--- WHAT YOU SHOULD DO ---
Once you reach the line that holds "def _participation(m: dict)" in the listing below, output it and every line after it through the line that holds "out: list[Finding] = []", word for word.

--- LISTED RECORDS ---
────────────────────

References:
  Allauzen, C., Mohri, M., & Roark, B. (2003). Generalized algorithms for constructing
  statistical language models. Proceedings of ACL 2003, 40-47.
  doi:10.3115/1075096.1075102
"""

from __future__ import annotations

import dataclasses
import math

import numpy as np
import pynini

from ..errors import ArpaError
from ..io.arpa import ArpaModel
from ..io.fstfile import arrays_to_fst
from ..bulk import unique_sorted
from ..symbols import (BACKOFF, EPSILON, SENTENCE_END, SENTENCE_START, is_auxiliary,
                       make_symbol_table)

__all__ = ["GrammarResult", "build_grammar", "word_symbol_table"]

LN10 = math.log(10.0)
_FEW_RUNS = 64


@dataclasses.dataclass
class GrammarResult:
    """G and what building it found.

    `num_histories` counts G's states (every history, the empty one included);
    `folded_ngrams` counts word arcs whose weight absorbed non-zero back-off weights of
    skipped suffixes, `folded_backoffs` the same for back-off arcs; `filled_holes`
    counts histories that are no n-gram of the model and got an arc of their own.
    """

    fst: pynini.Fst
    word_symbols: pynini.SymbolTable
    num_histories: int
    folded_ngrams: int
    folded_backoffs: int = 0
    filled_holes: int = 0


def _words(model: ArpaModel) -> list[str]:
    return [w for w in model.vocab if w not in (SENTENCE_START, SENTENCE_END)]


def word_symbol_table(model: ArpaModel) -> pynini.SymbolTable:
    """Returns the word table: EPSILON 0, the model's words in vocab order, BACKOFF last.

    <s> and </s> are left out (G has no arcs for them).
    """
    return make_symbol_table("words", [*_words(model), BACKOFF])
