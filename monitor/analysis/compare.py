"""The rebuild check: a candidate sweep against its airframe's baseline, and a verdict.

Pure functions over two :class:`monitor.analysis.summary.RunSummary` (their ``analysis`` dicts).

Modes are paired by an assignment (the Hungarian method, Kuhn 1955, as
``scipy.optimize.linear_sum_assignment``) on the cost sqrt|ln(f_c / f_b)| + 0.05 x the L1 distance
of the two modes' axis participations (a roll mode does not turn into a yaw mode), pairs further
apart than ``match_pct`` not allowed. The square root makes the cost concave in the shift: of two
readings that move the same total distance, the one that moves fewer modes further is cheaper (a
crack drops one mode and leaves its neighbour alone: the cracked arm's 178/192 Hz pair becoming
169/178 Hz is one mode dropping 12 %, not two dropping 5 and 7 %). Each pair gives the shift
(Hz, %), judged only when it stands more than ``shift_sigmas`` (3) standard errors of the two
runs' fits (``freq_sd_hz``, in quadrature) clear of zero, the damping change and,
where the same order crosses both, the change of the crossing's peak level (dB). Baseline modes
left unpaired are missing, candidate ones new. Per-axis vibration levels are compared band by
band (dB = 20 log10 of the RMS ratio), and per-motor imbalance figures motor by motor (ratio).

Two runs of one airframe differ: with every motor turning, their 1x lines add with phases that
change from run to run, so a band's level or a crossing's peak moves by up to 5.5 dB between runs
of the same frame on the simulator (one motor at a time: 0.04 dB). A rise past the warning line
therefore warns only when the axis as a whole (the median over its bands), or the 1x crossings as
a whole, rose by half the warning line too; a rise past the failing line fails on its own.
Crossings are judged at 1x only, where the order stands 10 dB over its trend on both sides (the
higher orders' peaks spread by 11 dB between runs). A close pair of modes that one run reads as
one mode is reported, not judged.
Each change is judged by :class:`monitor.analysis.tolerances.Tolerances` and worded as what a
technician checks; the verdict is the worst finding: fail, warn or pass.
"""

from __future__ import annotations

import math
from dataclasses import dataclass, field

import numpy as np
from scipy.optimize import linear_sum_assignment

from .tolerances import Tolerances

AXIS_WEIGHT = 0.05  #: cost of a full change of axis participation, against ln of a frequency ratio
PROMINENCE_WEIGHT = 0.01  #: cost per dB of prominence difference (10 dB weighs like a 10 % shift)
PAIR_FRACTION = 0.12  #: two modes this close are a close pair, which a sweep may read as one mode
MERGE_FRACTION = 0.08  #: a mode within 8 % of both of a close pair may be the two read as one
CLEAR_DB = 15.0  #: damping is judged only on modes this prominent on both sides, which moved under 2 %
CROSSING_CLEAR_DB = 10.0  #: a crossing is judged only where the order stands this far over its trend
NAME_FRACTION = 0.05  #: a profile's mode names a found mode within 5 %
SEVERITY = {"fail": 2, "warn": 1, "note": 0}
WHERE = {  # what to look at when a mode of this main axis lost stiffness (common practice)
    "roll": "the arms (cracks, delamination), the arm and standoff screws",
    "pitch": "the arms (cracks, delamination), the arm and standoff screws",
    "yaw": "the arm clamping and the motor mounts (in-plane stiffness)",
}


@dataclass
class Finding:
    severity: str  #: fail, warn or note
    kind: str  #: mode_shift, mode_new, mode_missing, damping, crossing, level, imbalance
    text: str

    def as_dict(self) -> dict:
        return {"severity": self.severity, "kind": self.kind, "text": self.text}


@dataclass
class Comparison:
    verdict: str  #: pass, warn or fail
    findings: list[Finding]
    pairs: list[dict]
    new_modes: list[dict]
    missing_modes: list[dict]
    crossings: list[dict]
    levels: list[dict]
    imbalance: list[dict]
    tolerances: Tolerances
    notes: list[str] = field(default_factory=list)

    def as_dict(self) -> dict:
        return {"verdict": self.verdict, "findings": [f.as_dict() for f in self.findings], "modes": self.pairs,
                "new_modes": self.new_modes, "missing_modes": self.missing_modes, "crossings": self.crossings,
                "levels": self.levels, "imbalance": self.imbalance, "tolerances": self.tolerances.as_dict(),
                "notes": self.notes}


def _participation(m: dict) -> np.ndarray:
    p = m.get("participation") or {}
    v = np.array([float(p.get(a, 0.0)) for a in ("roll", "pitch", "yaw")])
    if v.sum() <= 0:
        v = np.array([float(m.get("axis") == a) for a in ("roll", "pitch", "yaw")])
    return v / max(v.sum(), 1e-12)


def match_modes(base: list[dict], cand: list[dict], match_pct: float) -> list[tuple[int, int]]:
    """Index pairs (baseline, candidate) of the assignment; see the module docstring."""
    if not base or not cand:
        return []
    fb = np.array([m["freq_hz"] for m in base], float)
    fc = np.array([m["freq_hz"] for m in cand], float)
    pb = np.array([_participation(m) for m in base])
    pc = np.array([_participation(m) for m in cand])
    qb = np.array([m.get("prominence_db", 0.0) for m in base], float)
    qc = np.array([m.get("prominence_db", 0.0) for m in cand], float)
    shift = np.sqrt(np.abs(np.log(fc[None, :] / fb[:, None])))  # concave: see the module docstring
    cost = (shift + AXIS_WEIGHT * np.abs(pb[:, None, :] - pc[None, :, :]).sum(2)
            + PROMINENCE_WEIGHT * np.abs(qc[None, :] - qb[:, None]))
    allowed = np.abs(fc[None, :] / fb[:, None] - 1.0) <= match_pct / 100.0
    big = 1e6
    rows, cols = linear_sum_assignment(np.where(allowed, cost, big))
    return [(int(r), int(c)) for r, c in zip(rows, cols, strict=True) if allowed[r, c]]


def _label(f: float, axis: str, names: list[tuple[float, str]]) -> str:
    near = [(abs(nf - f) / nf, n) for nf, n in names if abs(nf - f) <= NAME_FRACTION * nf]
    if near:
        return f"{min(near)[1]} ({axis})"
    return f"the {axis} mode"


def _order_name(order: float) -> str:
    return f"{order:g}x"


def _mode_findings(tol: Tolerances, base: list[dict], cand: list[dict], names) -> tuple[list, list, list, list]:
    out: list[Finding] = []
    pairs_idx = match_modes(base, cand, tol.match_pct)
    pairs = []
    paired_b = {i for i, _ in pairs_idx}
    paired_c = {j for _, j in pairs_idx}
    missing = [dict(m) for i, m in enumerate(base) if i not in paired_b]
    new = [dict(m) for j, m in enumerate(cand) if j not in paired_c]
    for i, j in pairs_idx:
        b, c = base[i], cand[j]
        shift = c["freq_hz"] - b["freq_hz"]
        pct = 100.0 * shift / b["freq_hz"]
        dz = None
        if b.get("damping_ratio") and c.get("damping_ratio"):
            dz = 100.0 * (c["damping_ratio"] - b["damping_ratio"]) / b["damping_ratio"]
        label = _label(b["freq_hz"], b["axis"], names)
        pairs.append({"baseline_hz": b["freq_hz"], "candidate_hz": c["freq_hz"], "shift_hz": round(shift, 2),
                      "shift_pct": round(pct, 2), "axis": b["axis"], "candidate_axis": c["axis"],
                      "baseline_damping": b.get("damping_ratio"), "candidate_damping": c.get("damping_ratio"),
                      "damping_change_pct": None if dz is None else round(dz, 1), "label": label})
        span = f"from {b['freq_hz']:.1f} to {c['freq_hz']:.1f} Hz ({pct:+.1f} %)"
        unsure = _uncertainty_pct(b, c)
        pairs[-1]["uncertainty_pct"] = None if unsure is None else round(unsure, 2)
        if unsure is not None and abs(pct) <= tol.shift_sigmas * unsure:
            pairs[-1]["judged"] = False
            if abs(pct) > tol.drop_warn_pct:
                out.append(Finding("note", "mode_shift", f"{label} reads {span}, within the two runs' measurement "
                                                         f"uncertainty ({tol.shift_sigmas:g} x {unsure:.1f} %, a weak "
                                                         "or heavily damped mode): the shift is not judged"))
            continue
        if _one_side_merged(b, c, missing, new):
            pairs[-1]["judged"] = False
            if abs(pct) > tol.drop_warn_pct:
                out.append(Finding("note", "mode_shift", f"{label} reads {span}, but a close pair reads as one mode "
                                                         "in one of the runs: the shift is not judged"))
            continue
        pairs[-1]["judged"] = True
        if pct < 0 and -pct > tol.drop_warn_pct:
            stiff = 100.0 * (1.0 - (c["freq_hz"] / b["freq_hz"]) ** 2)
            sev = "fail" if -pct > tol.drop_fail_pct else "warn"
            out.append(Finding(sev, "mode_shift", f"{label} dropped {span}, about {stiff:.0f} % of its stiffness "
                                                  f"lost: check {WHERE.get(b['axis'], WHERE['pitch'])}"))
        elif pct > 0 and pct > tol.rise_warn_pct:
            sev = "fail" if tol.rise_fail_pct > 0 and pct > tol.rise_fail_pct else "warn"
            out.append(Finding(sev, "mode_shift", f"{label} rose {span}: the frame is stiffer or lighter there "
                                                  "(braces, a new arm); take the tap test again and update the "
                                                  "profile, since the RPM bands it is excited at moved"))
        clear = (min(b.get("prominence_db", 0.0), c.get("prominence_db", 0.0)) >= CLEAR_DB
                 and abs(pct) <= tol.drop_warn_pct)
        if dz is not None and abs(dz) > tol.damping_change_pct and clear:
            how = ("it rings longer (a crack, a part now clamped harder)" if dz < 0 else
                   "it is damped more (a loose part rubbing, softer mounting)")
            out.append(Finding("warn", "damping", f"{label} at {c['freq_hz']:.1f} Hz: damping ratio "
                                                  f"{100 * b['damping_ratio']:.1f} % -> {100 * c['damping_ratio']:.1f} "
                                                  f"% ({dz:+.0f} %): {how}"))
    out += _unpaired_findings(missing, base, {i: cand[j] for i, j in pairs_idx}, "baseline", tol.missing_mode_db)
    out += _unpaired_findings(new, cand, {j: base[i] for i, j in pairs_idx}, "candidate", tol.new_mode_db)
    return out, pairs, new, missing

────────────────────

--- ANSWER AREA ---
def _participation(m: dict) -> np.ndarray:
    p = m.get("participation") or {}
    v = np.array([float(p.get(a, 0.0)) for a in ("roll", "pitch", "yaw")])
    if v.sum() <= 0:
        v = np.array([float(m.get("axis") == a) for a in ("roll", "pitch", "yaw")])
    return v / max(v.sum(), 1e-12)


def match_modes(base: list[dict], cand: list[dict], match_pct: float) -> list[tuple[int, int]]:
    """Index pairs (baseline, candidate) of the assignment; see the module docstring."""
    if not base or not cand:
        return []
    fb = np.array([m["freq_hz"] for m in base], float)
    fc = np.array([m["freq_hz"] for m in cand], float)
    pb = np.array([_participation(m) for m in base])
    pc = np.array([_participation(m) for m in cand])
    qb = np.array([m.get("prominence_db", 0.0) for m in base], float)
    qc = np.array([m.get("prominence_db", 0.0) for m in cand], float)
    shift = np.sqrt(np.abs(np.log(fc[None, :] / fb[:, None])))  # concave: see the module docstring
    cost = (shift + AXIS_WEIGHT * np.abs(pb[:, None, :] - pc[None, :, :]).sum(2)
            + PROMINENCE_WEIGHT * np.abs(qc[None, :] - qb[:, None]))
    allowed = np.abs(fc[None, :] / fb[:, None] - 1.0) <= match_pct / 100.0
    big = 1e6
    rows, cols = linear_sum_assignment(np.where(allowed, cost, big))
    return [(int(r), int(c)) for r, c in zip(rows, cols, strict=True) if allowed[r, c]]


def _label(f: float, axis: str, names: list[tuple[float, str]]) -> str:
    near = [(abs(nf - f) / nf, n) for nf, n in names if abs(nf - f) <= NAME_FRACTION * nf]
    if near:
        return f"{min(near)[1]} ({axis})"
    return f"the {axis} mode"


def _order_name(order: float) -> str:
    return f"{order:g}x"


def _mode_findings(tol: Tolerances, base: list[dict], cand: list[dict], names) -> tuple[list, list, list, list]:
    out: list[Finding] = []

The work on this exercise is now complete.